L’OPEP+, formée par l’Organisation des pays exportateurs de pétrole (OPEP) et les pays agissant ensemble, devrait maintenir le niveau de production pétrolière constant lors de sa réunion de dimanche et convenir d’un mécanisme qui déterminera les capacités maximales de production pétrolière des pays membres.

Huit pays de l’OPEP+, qui avaient auparavant réduit leur production de pétrole et recommencé à l’augmenter à partir d’avril 2025, prévoient de suspendre les augmentations au premier trimestre 2026 en raison d’inquiétudes concernant l’offre excédentaire et la faible demande périodique.

Ces pays, dont l’Arabie saoudite et la Russie, ont augmenté leur objectif de production quotidienne d’environ 2,9 millions de barils depuis avril.

Les prix du pétrole, qui ont dépassé 82 dollars en janvier, ont affiché une tendance à la baisse cette année. Les prix ont chuté jusqu’à 60 dollars cette semaine en raison des craintes d’une offre excédentaire sur le marché pétrolier et du fait que la Russie augmenterait ses exportations si la guerre en Ukraine prenait fin.

5. DIRECTION AVANT

Le calme s’est installé vers la fin de l’année sur les marchés qui ont débuté l’année dans la tourmente.

La volatilité des marchés a parfois atteint des niveaux de crise en raison de changements soudains apportés par les États-Unis à la politique commerciale et étrangère. Alors que le chaos s’est apaisé vers la fin de l’année, les consommateurs semblent avoir accepté des droits de douane élevés qui ne leur plaisaient pas.

Outre les droits de douane, il est peu probable que la santé budgétaire des États-Unis s’améliore à court terme. D’un autre côté, les attentes selon lesquelles la Réserve fédérale américaine (Fed) réduirait les taux d’intérêt en 2026 apportent un certain soulagement aux investisseurs.
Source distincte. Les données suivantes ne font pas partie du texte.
//! A batch stopped part-way, by Ctrl-C (SIGINT) or by SIGKILL, leaves no partial output,
//! and the next run finishes the rest with the same results as an uninterrupted run.
//!
//! The images are invented for these tests (smooth gradients with seeded noise, so each
//! has tens of thousands of distinct colours and takes a measurable time to reduce).

mod common;

use common::{run, stderr, tree};
use serde_json::Value;
use std::collections::BTreeMap;
use std::path::{Path, PathBuf};
use std::process::{Child, Command, Stdio};
use std::time::{Duration, Instant};

const TEMP_PREFIX: &str = ".chromasift-tmp-";

/// xorshift64*: a small seeded generator for test pictures.
struct Noise(u64);
impl Noise {
    fn next(&mut self) -> u64 {
        self.0 ^= self.0 >> 12;
        self.0 ^= self.0 << 25;
        self.0 ^= self.0 >> 27;
        self.0.wrapping_mul(0x2545_F491_4F6C_DD1D)
    }
}

/// A folder of `n` invented photos in two sub-folders.
fn folder(root: &Path, n: usize) -> PathBuf {
    let dir = root.join("roll");
    let (w, h) = (240u32, 200u32);
    for i in 0..n {
        let sub = dir.join(if i % 2 == 0 { "a" } else { "b/c" });
        std::fs::create_dir_all(&sub).unwrap();
        let mut rng = Noise(0x9E37_79B9_7F4A_7C15 ^ (i as u64 + 1));
        let mut rgb = Vec::with_capacity((w * h * 3) as usize);
        for y in 0..h {
            for x in 0..w {
                let base = [
                    (x * 255 / w) as i32,
                    (y * 255 / h) as i32,
                    ((x + y + 40 * i as u32) % 256) as i32,
                ];
                for b in base {
                    let jitter = (rng.next() % 25) as i32 - 12;
                    rgb.push((b + jitter).clamp(0, 255) as u8);
                }
            }
        }
        common::write_rgb(&sub.join(format!("frame{i:03}.png")), w, h, &rgb);
    }
    dir
}

fn batch_args<'a>(input: &'a str, out: &'a str) -> Vec<&'a str> {
    vec![
        "batch", input, "-k", "8", "-o", out, "--jobs", "1", "--quiet",
    ]
}

fn spawn(args: &[&str]) -> Child {
    Command::new(env!("CARGO_BIN_EXE_chromasift"))
        .args(args)
        .stdout(Stdio::null())
        .stderr(Stdio::piped())
        .spawn()
        .expect("binary starts")
}

/// Every file under `dir` except the batch reports.
fn outputs(dir: &Path) -> BTreeMap<PathBuf, Vec<u8>> {
    let mut t = tree(dir);
    t.retain(|p, _| !p.to_string_lossy().starts_with("batch-report."));
    t
}

/// Asserts every non-temporary file under `out` is complete: PNGs decode in full, JSON
/// parses, and a palette.json is only present beside the rest of its set.
fn assert_no_partial_files(out: &Path) {
    for (rel, bytes) in tree(out) {
        let name = rel.file_name().unwrap().to_string_lossy().into_owned();
        if name.starts_with(TEMP_PREFIX) {
            continue;
        }
        if name.ends_with(".png") {
            image::load_from_memory(&bytes)
                .unwrap_or_else(|e| panic!("{} is not a complete PNG: {e}", rel.display()));
        } else if name.ends_with(".json") {
            serde_json::from_slice::<Value>(&bytes)
                .unwrap_or_else(|e| panic!("{} is not complete JSON: {e}", rel.display()));
        } else if name.ends_with(".csv") {
            assert!(bytes.ends_with(b"\n"), "{} ends mid-line", rel.display());
        }
        if let Some(stem) = name.strip_suffix(".palette.json") {
            let dir = out.join(rel.parent().unwrap());
            for other in ["reduced.png", "palette.csv", "uncertainty.png"] {
                assert!(
                    dir.join(format!("{stem}.{other}")).is_file(),
                    "{} present without {stem}.{other}",
                    rel.display()
                );
            }
        }
    }
}

fn temporaries(out: &Path) -> Vec<PathBuf> {
    tree(out)
        .into_keys()
        .filter(|p| {
            p.file_name()
                .unwrap()
                .to_string_lossy()
                .starts_with(TEMP_PREFIX)
        })
        .collect()
}

/// Per-file (colours, mean ΔE2000) from a batch report.
fn results(out: &Path) -> BTreeMap<String, (Value, Value)> {
    let r: Value =
        serde_json::from_slice(&std::fs::read(out.join("batch-report.json")).unwrap()).unwrap();
    r["files"]
        .as_array()
        .unwrap()
        .iter()
        .map(|f| {
            (
                f["input"].as_str().unwrap().to_string(),
                (f["colors"].clone(), f["mean_delta_e2000"].clone()),
            )
        })
        .collect()
}

fn statuses(out: &Path) -> Vec<String> {
    let r: Value =
        serde_json::from_slice(&std::fs::read(out.join("batch-report.json")).unwrap()).unwrap();
    r["files"]
        .as_array()
        .unwrap()
        .iter()
        .map(|f| f["status"].as_str().unwrap().to_string())
        .collect()
}

/// Names of the files under `dir`, read while a batch is still writing there: entries
/// that vanish between listing and reading (temporaries being renamed) are passed over.
fn names_while_running(dir: &Path) -> Vec<String> {
    let mut names = Vec::new();
    let mut stack = vec![dir.to_path_buf()];
    while let Some(d) = stack.pop() {
        let Ok(entries) = std::fs::read_dir(&d) else {
            continue;
        };
        for e in entries.flatten() {
            match e.file_type() {
                Ok(t) if t.is_dir() => stack.push(e.path()),
                Ok(_) => names.push(e.file_name().to_string_lossy().into_owned()),
                Err(_) => {}
            }
        }
    }
    names
}

fn any_palette_written(out: &Path) -> bool {
    out.is_dir()
        && names_while_running(out)
            .iter()
            .any(|n| n.ends_with(".palette.json"))
}

/// The reference: the same batch run to the end without interruption.
fn reference(root: &Path, input: &Path) -> (PathBuf, f64) {
    let out = root.join("reference");
    let t = Instant::now();
    let o = run(
        &batch_args(input.to_str().unwrap(), out.to_str().unwrap()),
        &[],
    );
    assert_eq!(o.status.code(), Some(0), "{}", stderr(&o));
    (out, t.elapsed().as_secs_f64())
}

#[test]
fn ctrl_c_stops_cleanly_and_a_rerun_finishes_the_rest() {
    let root = tempfile::tempdir().unwrap();
    let input = folder(root.path(), 24);
    let before = tree(&input);
    let (reference, _) = reference(root.path(), &input);

    let out = root.path().join("out");
    let (i, o) = (input.to_str().unwrap(), out.to_str().unwrap());
    let child = spawn(&batch_args(i, o));
    let t = Instant::now();
    while !any_palette_written(&out) {
        assert!(t.elapsed() < Duration::from_secs(120), "no image finished");
        std::thread::sleep(Duration::from_millis(2));
    }
    let k = Command::new("kill")
        .args(["-INT", &child.id().to_string()])
        .status()
        .unwrap();
    assert!(k.success());
    let o_int = child.wait_with_output().unwrap();
    let err = String::from_utf8_lossy(&o_int.stderr);
    assert_eq!(
        o_int.status.code(),
        Some(130),
        "exit 130 after Ctrl-C: {err}"
    );
    assert!(!err.contains("panicked"), "{err}");
    assert!(
        temporaries(&out).is_empty(),
        "no temporary files after a clean stop"
    );
    assert_no_partial_files(&out);
    let st = statuses(&out);
    assert!(st.iter().any(|s| s == "interrupted"), "{st:?}");
    assert!(st.iter().any(|s| s == "ok"), "{st:?}");

    let o2 = run(&batch_args(i, o), &[]);
    assert_eq!(o2.status.code(), Some(0), "{}", stderr(&o2));
    let st = statuses(&out);
    assert!(st.iter().all(|s| s == "ok" || s == "skipped"), "{st:?}");
    assert!(
        st.iter().any(|s| s == "skipped"),
        "finished images are not redone"
    );
    assert_eq!(
        outputs(&out),
        outputs(&reference),
        "same files as an uninterrupted run"
    );
    assert_eq!(results(&out), results(&reference));
    assert_eq!(tree(&input), before, "the input folder is untouched");
}

#[test]
fn sigkill_at_seeded_moments_leaves_no_partial_output() {
    let root = tempfile::tempdir().unwrap();
    let input = folder(root.path(), 16);
    let before = tree(&input);
    let (reference, seconds) = reference(root.path(), &input);

    // Kill moments spread over the run: seeded fractions of the reference duration.
    let mut rng = Noise(20261202);
    let mut cut_mid_run = 0;
    for trial in 0..3 {
        let out = root.path().join(format!("out{trial}"));
        let (i, o) = (input.to_str().unwrap(), out.to_str().unwrap());
        let fraction = 0.1 + 0.8 * (rng.next() % 1000) as f64 / 1000.0;
        let mut child = spawn(&batch_args(i, o));
        std::thread::sleep(Duration::from_secs_f64(seconds * fraction));
        let _ = child.kill(); // SIGKILL on Unix
        let _ = child.wait();
        if out.is_dir() {
            assert_no_partial_files(&out);
            let done = tree(&out)
                .keys()
                .filter(|p| p.to_string_lossy().ends_with(".palette.json"))
                .count();
            if done > 0 && done < 16 {
                cut_mid_run += 1;
            }
        }

        let o2 = run(&batch_args(i, o), &[]);
        assert_eq!(o2.status.code(), Some(0), "trial {trial}: {}", stderr(&o2));
        assert!(
            temporaries(&out).is_empty(),
            "trial {trial}: the rerun removes stale temporaries"
        );
        assert_eq!(
            outputs(&out),
            outputs(&reference),
            "trial {trial} (killed at {:.0} % of the run)",
            fraction * 100.0
        );
        assert_eq!(results(&out), results(&reference), "trial {trial}");
    }
    assert!(
        cut_mid_run > 0,
        "at least one kill landed part-way through the batch"
    );
    assert_eq!(tree(&input), before, "the input folder is untouched");
}

/// Names of the temporary files in `dir` (none when it does not exist), without reading them.
fn temp_names(dir: &Path) -> Vec<String> {
    std::fs::read_dir(dir)
        .map(|rd| {
            rd.flatten()
                .map(|e| e.file_name().to_string_lossy().into_owned())
                .filter(|n| n.starts_with(TEMP_PREFIX))
                .collect()
        })
        .unwrap_or_default()
}

/// `reduce` stopped by SIGTERM or Ctrl-C while it writes its outputs removes its temporary
/// files and exits 130; what it leaves is only complete outputs.
#[test]
fn reduce_stopped_while_writing_leaves_no_temporary_files() {
    let root = tempfile::tempdir().unwrap();
    let input = folder(root.path(), 1);
    // One larger invented photo: its outputs take long enough to write to be caught.
    let (w, h) = (1400u32, 1100u32);
    let mut rng = Noise(77);
    let rgb: Vec<u8> = (0..w * h * 3)
        .map(|i| ((i / 3 % w) as u64 * 255 / w as u64 + rng.next() % 40) as u8)
        .collect();
    let photo = input.join("large.png");
    common::write_rgb(&photo, w, h, &rgb);
    for (trial, signal) in ["-TERM", "-INT", "-TERM"].iter().enumerate() {
        let out = root.path().join(format!("single{trial}"));
        let child = spawn(&[
            "reduce",
            photo.to_str().unwrap(),
            "-k",
            "8",
            "--uncertainty-raw",
            "-o",
            out.to_str().unwrap(),
        ]);
        let t = Instant::now();
        // Wait for the write phase: a temporary file in the output folder.
        while temp_names(&out).is_empty() && t.elapsed() < Duration::from_secs(60) {
            std::thread::sleep(Duration::from_micros(500));
        }
        let _ = Command::new("kill")
            .args([*signal, &child.id().to_string()])
            .status();
        let o = child.wait_with_output().unwrap();
        let err = String::from_utf8_lossy(&o.stderr);
        assert!(
            matches!(o.status.code(), Some(130) | Some(0)),
            "trial {trial}: {:?} {err}",
            o.status.code()
        );
        assert!(!err.contains("panicked"), "{err}");
        assert!(
            temp_names(&out).is_empty(),
            "trial {trial} ({signal}): temporary files left: {:?}",
            temp_names(&out)
        );
        // Either the whole set landed (the signal came as it was renamed into place, and
        // the handler waited for it) or nothing did, not even the new folder.
        if out.is_dir() {
            assert_no_partial_files(&out);
            for name in [
                "reduced.png",
                "palette.json",
                "palette.csv",
                "uncertainty.png",
                "uncertainty.tif",
            ] {
                assert!(
                    out.join(format!("large.{name}")).is_file(),
                    "trial {trial}: a partial set: {:?}",
                    common::files_in(&out)
                );
            }
        }
    }
}

/// `landcover` stopped by a signal during pass 2, while its rasters' tiles wait in scratch
/// files beside the outputs: the scratch files and the outputs' temporary files are all
/// removed, and either the whole set landed or nothing did.
#[test]
fn landcover_stopped_while_tiling_leaves_no_scratch_files() {
    use tiff::encoder::{colortype, TiffEncoder};
    let root = tempfile::tempdir().unwrap();
    // A 4-band 16-bit scene of seeded noise over gradients, larger than a tile.
    let (w, h) = (1500u32, 1200u32);
    let mut rng = Noise(2026);
    let data: Vec<u16> = (0..w as u64 * h as u64 * 4)
        .map(|i| ((i / 4 % w as u64) * 20 + (i % 4) * 3000 + rng.next() % 900) as u16)
        .collect();
    let scene = root.path().join("scene.tif");
    TiffEncoder::new(std::fs::File::create(&scene).unwrap())
        .unwrap()
        .write_image::<colortype::RGBA16>(w, h, &data)
        .unwrap();
    let mut stopped = 0;
    for (trial, (signal, delay_ms)) in [("-INT", 0u64), ("-TERM", 40), ("-INT", 120)]
        .into_iter()
        .enumerate()
    {
        let out = root.path().join(format!("lc{trial}"));
        let child = spawn(&[
            "landcover",
            scene.to_str().unwrap(),
            "-k",
            "4",
            "-o",
            out.to_str().unwrap(),
        ]);
        let t = Instant::now();
        // Pass 2 has begun once the scratch files exist.
        while temp_names(&out).len() < 2 && t.elapsed() < Duration::from_secs(60) {
            std::thread::sleep(Duration::from_micros(500));
        }
        std::thread::sleep(Duration::from_millis(delay_ms));
        let _ = Command::new("kill")
            .args([signal, &child.id().to_string()])
            .status();
        let o = child.wait_with_output().unwrap();
        let err = String::from_utf8_lossy(&o.stderr);
        assert!(
            matches!(o.status.code(), Some(130) | Some(0)),
            "trial {trial}: {:?} {err}",
            o.status.code()
        );
        stopped += (o.status.code() == Some(130)) as usize;
        assert!(
            temp_names(&out).is_empty(),
            "trial {trial} ({signal}): temporary files left: {:?}",
            temp_names(&out)
        );
        if out.is_dir() {
            let mut files = common::files_in(&out);
            files.sort();
            assert_eq!(
                files,
                [
                    "scene.classes.csv",
                    "scene.classes.json",
                    "scene.classes.png",
                    "scene.classes.tif",
                    "scene.uncertainty.tif"
                ],
                "trial {trial}: a partial set"
            );
        }
    }
    assert!(stopped > 0, "at least one signal landed during the run");
}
Les bilans annoncés au troisième trimestre de l’année ont montré que les entreprises étaient en bonne santé. Même si l’indice S&P 500 s’apprête à clôturer le mois de novembre avec une baisse de 0,4 %, il n’y a aucune raison de craindre que la baisse se poursuive en décembre.

En regardant les performances à long terme, on peut constater que le S&P 500 a clôturé les deux derniers mois de l’année consécutivement en négatif au cours de seulement neuf des 50 dernières années.